According to Doyle, social media is a good example of unstructured data. HPC can crunch that data extremely quickly and produce useful dataset that a bot can use, for example, to produce intelligent answers.
“The same is true in medicine or law – any enterprise field where number crunching is a factor. Unstructured Big Data is where HPC shines. The question facing people dealing with Big Data is how to make sense of it and get answers out of it quickly. In the past, you’d have had to buy a very specific big and expensive system to complete each task separately, and therefore only certain industries would have had access to it,” she said.

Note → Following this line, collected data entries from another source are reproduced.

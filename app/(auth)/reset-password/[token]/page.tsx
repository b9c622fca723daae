import type { Metadata } from 'next';
import { TokenPasswordForm } from '@/components/auth/token-password-form';

export const metadata: Metadata = { title: 'Choose a new password' };

export default async function ResetPasswordPage({ params }: { params: Promise<{ token: string }> }) {
  const { token } = await params;
  return (
    <>
      <h1 className="text-xl font-bold">Choose a new password</h1>
      <p className="mt-1 text-sm text-ink-muted">This link works once, for an hour.</p>
      <TokenPasswordForm token={token} mode="reset" />
    </>
  );
}
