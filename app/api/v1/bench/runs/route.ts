import { characterizeDischarge } from '@/lib/energy';
import { listBenchBatches, insertBenchRun } from '@/lib/db/queries/bench';
import { memberRoute } from '@/lib/http/route';
import { characterizeProblem, numberFromFormField } from '@/lib/schemas/bench';
import { benchBodyKind, fieldsAndSamples, readBenchForm, readBenchJson } from '@/lib/schemas/bench-upload';
import { benchRunFields, benchRunJsonBody, type BenchRunFields } from '@/lib/schemas/bench-runs';

// Stored bench runs (fields in lib/schemas/bench-runs.ts): any member reads the batch table;
// deployers and owners upload a cell's log, characterized by IEC 62391-1 through lib/energy.
export const GET = memberRoute({ permission: 'fleet:read' }, async ({ member }) => {
  return Response.json({ batches: await listBenchBatches(member.orgId) }, { headers: { 'cache-control': 'no-store' } });
});

type Upload = { fields: BenchRunFields; samples: [number, number][]; samplesPointer: string };

export const POST = memberRoute({ permission: 'bench:write' }, async ({ member, request }) => {
  let upload: Upload;
  if (benchBodyKind(request) === 'json') {
    const { samples, ...fields } = await readBenchJson(request, benchRunJsonBody);
    upload = { fields, samples, samplesPointer: '/samples' };
  } else upload = await readForm(request);
  const { fields, samples, samplesPointer } = upload;
  let result;
  try {
    result = characterizeDischarge({ ratedVolts: fields.rated_volts, currentAmps: fields.current_amps, samples });
  } catch (error) {
    throw characterizeProblem(error, samplesPointer);
  }
  const run = await insertBenchRun({ orgId: member.orgId, userId: member.userId, fields, result });
  return Response.json(run, { status: 201 });
});

async function readForm(request: Request): Promise<Upload> {
  const form = await readBenchForm(request);
  const text = (name: string) => (typeof form.get(name) === 'string' ? (form.get(name) as string) : undefined);
  const parsed = benchRunFields.safeParse({
    batch_label: text('batch_label'),
    cell_label: text('cell_label'),
    nominal_farads: numberFromFormField(form.get('nominal_farads')),
    nominal_esr_ohms: numberFromFormField(form.get('nominal_esr_ohms')),
    rated_volts: numberFromFormField(form.get('rated_volts')),
    current_amps: numberFromFormField(form.get('current_amps')),
  });
  const { fields, samples } = await fieldsAndSamples(form, parsed, 'Attach the discharge log as a CSV file (seconds,volts).');
  return { fields, samples, samplesPointer: '/file' };
}
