import { characterizeDischarge } from '@/lib/energy';
import { listBenchBatches, insertBenchRun } from '@/lib/db/queries/bench';
import { pointersFromZod, problems } from '@/lib/errors';
import { memberRoute } from '@/lib/http/route';
import { characterizeProblem, invalidFromZod, MAX_BODY_BYTES, numberFromFormField, samplesFromCsv } from '@/lib/schemas/bench';
import { benchRunFields, benchRunJsonBody, type BenchRunFields } from '@/lib/schemas/bench-runs';

// Stored bench runs (fields in lib/schemas/bench-runs.ts): any member reads the batch table;
// deployers and owners upload a cell's log, characterized by IEC 62391-1 through lib/energy.
export const GET = memberRoute({ permission: 'fleet:read' }, async ({ member }) => {
  return Response.json({ batches: await listBenchBatches(member.orgId) }, { headers: { 'cache-control': 'no-store' } });
});

type Upload = { fields: BenchRunFields; samples: [number, number][]; samplesPointer: string };

export const POST = memberRoute({ permission: 'bench:write' }, async ({ member, request }) => {
  const type = (request.headers.get('content-type') ?? '').toLowerCase();
  if (Number(request.headers.get('content-length') ?? 0) > MAX_BODY_BYTES) throw tooLarge();
  let upload: Upload;
  if (type.startsWith('application/json')) upload = await readJson(request);
  else if (type.startsWith('multipart/form-data')) upload = await readForm(request);
  else throw problems.unsupportedMedia('Send application/json or a multipart/form-data CSV upload.');
  const { fields, samples, samplesPointer } = upload;
  let result;
  try {
    result = characterizeDischarge({ ratedVolts: fields.rated_volts, currentAmps: fields.current_amps, samples });
  } catch (error) {
    throw characterizeProblem(error, samplesPointer);
  }
  const run = await insertBenchRun({ orgId: member.orgId, userId: member.userId, fields, result });
  return Response.json(run, { status: 201 });
});

const tooLarge = () => problems.tooLarge(`The body is over ${MAX_BODY_BYTES / 1024 / 1024} MB.`);

async function readJson(request: Request): Promise<Upload> {
  const text = await request.text();
  if (text.length > MAX_BODY_BYTES) throw tooLarge();
  let raw: unknown;
  try {
    raw = JSON.parse(text);
  } catch {
    throw problems.badRequest('The body is not valid JSON.');
  }
  const parsed = benchRunJsonBody.safeParse(raw);
  if (!parsed.success) throw invalidFromZod(parsed.error);
  const { samples, ...fields } = parsed.data;
  return { fields, samples, samplesPointer: '/samples' };
}

async function readForm(request: Request): Promise<Upload> {
  let form: FormData;
  try {
    form = await request.formData();
  } catch {
    throw problems.badRequest('The multipart body could not be read.');
  }
  const text = (name: string) => (typeof form.get(name) === 'string' ? (form.get(name) as string) : undefined);
  const fields = benchRunFields.safeParse({
    batch_label: text('batch_label'),
    cell_label: text('cell_label'),
    nominal_farads: numberFromFormField(form.get('nominal_farads')),
    nominal_esr_ohms: numberFromFormField(form.get('nominal_esr_ohms')),
    rated_volts: numberFromFormField(form.get('rated_volts')),
    current_amps: numberFromFormField(form.get('current_amps')),
  });
  const file = form.get('file');
  // Name every missing piece at once: the fields and the file.
  const bad = fields.success ? [] : pointersFromZod(fields.error);
  if (!file || typeof file === 'string') bad.push({ pointer: '/file', detail: 'Attach the discharge log as a CSV file (seconds,volts).' });
  if (bad.length || !fields.success || !file || typeof file === 'string') throw problems.invalid(bad);
  if (file.size > MAX_BODY_BYTES) throw tooLarge();
  return { fields: fields.data, samples: samplesFromCsv(await file.text()), samplesPointer: '/file' };
}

“While people have been talking about Big Data for a few years, the perception exists that it’s something easy to deal with. However the reality is that the technology is still in its infancy in terms of dealing with Big Data. HPC is part of the solution, but it’s a thorny set of problems being dealt with. This technology is becoming a lot more important to companies for this exact reason.”
Dell EMC sells a lot of its’ HPC products to research facilities and universities as well as to financial institutions but Doyle reports that is increasingly seeing sales happen to a wider range of buyers in the enterprise space as well.
“We’re now seeing sales happen across the board and our Isilon range of object-based storage is increasingly being bought for Big Data applications because you can use it as fast storage. It allows you to create a large scale data repository at a reasonable cost,” said Doyle.
But what’s reasonable? HPC isn’t cheap but Doyle said the question of whether it’s expensive is really a ’how long is a piece of string’ question.
“How much data do you need to crunch? How regularly are you going to be doing that? In general it’s not that HPC is expensive to get involved with but rather that the trick to doing it competitively lies in using the right software sitting in a layer over your data to extract information,” she said.
“If you take loads of raw data from many different sources in a variety of formats, how do you collate that and interrogate it in a meaningful fashion? Whether that’s expensive or not varies massively.”